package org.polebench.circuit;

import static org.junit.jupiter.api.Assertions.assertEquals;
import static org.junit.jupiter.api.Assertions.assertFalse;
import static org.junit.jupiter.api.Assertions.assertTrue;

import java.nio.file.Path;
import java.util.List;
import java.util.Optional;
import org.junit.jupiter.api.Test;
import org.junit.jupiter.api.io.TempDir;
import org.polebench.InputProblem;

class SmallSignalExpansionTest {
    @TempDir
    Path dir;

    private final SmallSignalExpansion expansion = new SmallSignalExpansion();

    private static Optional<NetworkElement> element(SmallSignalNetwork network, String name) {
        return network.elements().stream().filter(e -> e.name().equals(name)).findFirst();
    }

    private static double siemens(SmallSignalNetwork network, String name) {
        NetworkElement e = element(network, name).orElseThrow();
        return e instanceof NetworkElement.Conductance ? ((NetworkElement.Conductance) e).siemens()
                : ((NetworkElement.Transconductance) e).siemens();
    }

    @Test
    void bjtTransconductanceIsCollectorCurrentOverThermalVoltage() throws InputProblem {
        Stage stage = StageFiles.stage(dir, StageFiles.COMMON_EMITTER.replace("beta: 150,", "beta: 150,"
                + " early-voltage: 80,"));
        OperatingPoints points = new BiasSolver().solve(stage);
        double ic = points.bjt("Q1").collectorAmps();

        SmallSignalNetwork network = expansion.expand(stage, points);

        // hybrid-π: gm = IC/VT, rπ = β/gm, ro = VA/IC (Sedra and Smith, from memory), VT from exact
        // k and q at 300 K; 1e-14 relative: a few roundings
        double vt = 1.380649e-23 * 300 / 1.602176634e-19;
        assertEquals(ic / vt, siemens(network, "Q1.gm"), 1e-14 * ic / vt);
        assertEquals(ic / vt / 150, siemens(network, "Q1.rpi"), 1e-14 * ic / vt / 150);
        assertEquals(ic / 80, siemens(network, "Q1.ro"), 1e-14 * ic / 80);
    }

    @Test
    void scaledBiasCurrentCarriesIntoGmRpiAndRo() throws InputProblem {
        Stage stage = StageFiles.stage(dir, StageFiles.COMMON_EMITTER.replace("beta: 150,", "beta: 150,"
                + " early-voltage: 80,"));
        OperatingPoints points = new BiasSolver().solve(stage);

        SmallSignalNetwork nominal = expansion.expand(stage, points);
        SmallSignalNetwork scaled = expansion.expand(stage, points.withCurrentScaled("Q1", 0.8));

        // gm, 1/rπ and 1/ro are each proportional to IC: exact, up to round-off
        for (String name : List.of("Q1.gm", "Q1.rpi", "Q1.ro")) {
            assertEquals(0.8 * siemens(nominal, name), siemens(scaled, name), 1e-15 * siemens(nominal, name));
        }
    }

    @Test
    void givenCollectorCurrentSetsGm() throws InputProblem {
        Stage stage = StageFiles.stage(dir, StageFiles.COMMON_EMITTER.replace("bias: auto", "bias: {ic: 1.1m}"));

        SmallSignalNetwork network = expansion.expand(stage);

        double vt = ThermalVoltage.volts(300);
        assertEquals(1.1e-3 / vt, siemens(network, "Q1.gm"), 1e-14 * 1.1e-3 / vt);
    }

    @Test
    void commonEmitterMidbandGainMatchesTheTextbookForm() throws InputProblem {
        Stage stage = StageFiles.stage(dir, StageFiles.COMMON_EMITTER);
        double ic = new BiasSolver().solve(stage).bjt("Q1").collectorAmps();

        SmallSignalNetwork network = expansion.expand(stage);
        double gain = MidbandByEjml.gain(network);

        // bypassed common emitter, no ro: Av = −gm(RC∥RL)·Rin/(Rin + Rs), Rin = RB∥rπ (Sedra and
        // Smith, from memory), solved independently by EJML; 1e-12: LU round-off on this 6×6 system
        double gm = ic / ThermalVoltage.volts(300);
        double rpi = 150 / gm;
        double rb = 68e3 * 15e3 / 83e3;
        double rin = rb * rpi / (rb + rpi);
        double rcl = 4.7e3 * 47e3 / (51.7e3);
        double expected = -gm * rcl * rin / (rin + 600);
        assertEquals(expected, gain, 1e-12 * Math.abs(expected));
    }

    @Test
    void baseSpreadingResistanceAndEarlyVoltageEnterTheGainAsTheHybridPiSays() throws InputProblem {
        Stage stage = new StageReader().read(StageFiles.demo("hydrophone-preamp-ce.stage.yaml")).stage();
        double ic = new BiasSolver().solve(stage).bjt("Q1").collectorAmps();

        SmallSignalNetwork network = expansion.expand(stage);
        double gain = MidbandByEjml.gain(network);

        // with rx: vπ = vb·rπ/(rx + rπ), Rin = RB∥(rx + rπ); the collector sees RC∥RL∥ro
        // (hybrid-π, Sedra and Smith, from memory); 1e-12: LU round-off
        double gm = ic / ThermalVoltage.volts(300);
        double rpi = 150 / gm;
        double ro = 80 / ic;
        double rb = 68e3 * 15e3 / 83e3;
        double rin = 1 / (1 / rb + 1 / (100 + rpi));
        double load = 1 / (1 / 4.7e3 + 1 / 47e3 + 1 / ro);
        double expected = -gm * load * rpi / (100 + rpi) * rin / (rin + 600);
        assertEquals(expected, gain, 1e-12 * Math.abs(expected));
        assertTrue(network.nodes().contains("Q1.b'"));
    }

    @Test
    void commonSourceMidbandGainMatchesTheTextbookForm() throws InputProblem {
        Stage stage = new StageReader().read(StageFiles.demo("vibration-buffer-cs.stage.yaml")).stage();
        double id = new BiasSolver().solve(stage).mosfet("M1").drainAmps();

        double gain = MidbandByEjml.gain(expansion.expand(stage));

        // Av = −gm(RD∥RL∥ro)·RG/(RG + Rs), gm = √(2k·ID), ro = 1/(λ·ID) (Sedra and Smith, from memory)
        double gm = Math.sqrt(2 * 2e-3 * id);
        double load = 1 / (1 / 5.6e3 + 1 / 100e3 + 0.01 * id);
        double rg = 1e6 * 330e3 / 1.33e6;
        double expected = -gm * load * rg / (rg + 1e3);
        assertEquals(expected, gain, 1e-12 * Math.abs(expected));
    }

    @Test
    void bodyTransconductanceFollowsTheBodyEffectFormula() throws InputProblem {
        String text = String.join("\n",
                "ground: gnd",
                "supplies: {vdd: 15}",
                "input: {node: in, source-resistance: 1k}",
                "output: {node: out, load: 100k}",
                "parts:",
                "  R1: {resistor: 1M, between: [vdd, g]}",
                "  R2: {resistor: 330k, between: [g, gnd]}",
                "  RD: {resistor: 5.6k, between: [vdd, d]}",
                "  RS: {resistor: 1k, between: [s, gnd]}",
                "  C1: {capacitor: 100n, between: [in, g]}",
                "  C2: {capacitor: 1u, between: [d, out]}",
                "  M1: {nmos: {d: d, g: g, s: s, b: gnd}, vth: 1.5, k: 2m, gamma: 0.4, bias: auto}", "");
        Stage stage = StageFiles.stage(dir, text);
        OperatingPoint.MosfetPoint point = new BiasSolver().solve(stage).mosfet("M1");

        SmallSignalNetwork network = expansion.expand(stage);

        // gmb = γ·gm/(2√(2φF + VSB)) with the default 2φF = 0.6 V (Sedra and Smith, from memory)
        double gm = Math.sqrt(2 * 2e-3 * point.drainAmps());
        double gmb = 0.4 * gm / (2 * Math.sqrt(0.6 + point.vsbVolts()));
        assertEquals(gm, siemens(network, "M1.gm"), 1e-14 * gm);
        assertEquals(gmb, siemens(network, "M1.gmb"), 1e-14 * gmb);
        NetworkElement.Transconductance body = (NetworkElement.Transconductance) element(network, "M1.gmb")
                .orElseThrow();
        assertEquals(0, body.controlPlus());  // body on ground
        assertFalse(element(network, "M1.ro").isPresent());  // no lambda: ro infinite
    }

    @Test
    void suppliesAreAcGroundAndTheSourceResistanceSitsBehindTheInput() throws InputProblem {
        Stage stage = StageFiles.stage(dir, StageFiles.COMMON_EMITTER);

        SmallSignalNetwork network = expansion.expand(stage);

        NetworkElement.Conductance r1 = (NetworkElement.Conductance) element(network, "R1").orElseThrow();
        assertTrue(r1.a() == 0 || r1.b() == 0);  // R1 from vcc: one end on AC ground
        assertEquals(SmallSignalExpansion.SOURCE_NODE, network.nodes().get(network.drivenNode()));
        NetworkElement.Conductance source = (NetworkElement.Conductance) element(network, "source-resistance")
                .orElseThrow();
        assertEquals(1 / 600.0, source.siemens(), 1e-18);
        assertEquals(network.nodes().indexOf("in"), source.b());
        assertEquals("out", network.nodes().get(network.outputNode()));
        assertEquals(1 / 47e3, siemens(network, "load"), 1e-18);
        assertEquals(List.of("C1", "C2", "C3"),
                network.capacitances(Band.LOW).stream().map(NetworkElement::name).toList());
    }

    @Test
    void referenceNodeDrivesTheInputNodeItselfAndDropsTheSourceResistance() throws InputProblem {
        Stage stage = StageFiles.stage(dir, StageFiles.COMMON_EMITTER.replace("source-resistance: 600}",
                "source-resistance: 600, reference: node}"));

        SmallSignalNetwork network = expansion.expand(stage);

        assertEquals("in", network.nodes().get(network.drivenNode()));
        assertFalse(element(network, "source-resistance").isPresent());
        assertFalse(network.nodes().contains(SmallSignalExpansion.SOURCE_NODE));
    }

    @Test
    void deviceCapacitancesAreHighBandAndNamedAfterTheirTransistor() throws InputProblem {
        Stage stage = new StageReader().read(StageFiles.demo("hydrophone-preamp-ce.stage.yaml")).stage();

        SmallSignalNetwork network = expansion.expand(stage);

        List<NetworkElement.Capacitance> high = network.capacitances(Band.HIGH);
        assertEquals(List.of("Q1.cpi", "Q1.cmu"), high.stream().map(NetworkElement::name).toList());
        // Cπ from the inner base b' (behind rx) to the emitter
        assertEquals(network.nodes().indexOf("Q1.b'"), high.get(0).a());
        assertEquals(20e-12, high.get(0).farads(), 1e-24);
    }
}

++++++

◆ **Exercise aim**
The required output is the stretch of entries above from the line containing "memory); 1e-12: LU round-off" through the line containing "double rg = 1e6 * 330e3 / 1.33e6;", reproduced exactly.

◆ **Response**
        // (hybrid-π, Sedra and Smith, from memory); 1e-12: LU round-off
        double gm = ic / ThermalVoltage.volts(300);
        double rpi = 150 / gm;
        double ro = 80 / ic;
        double rb = 68e3 * 15e3 / 83e3;
        double rin = 1 / (1 / rb + 1 / (100 + rpi));
        double load = 1 / (1 / 4.7e3 + 1 / 47e3 + 1 / ro);
        double expected = -gm * load * rpi / (100 + rpi) * rin / (rin + 600);
        assertEquals(expected, gain, 1e-12 * Math.abs(expected));
        assertTrue(network.nodes().contains("Q1.b'"));
    }

    @Test
    void commonSourceMidbandGainMatchesTheTextbookForm() throws InputProblem {
        Stage stage = new StageReader().read(StageFiles.demo("vibration-buffer-cs.stage.yaml")).stage();
        double id = new BiasSolver().solve(stage).mosfet("M1").drainAmps();

        double gain = MidbandByEjml.gain(expansion.expand(stage));

        // Av = −gm(RD∥RL∥ro)·RG/(RG + Rs), gm = √(2k·ID), ro = 1/(λ·ID) (Sedra and Smith, from memory)
        double gm = Math.sqrt(2 * 2e-3 * id);
        double load = 1 / (1 / 5.6e3 + 1 / 100e3 + 0.01 * id);
        double rg = 1e6 * 330e3 / 1.33e6;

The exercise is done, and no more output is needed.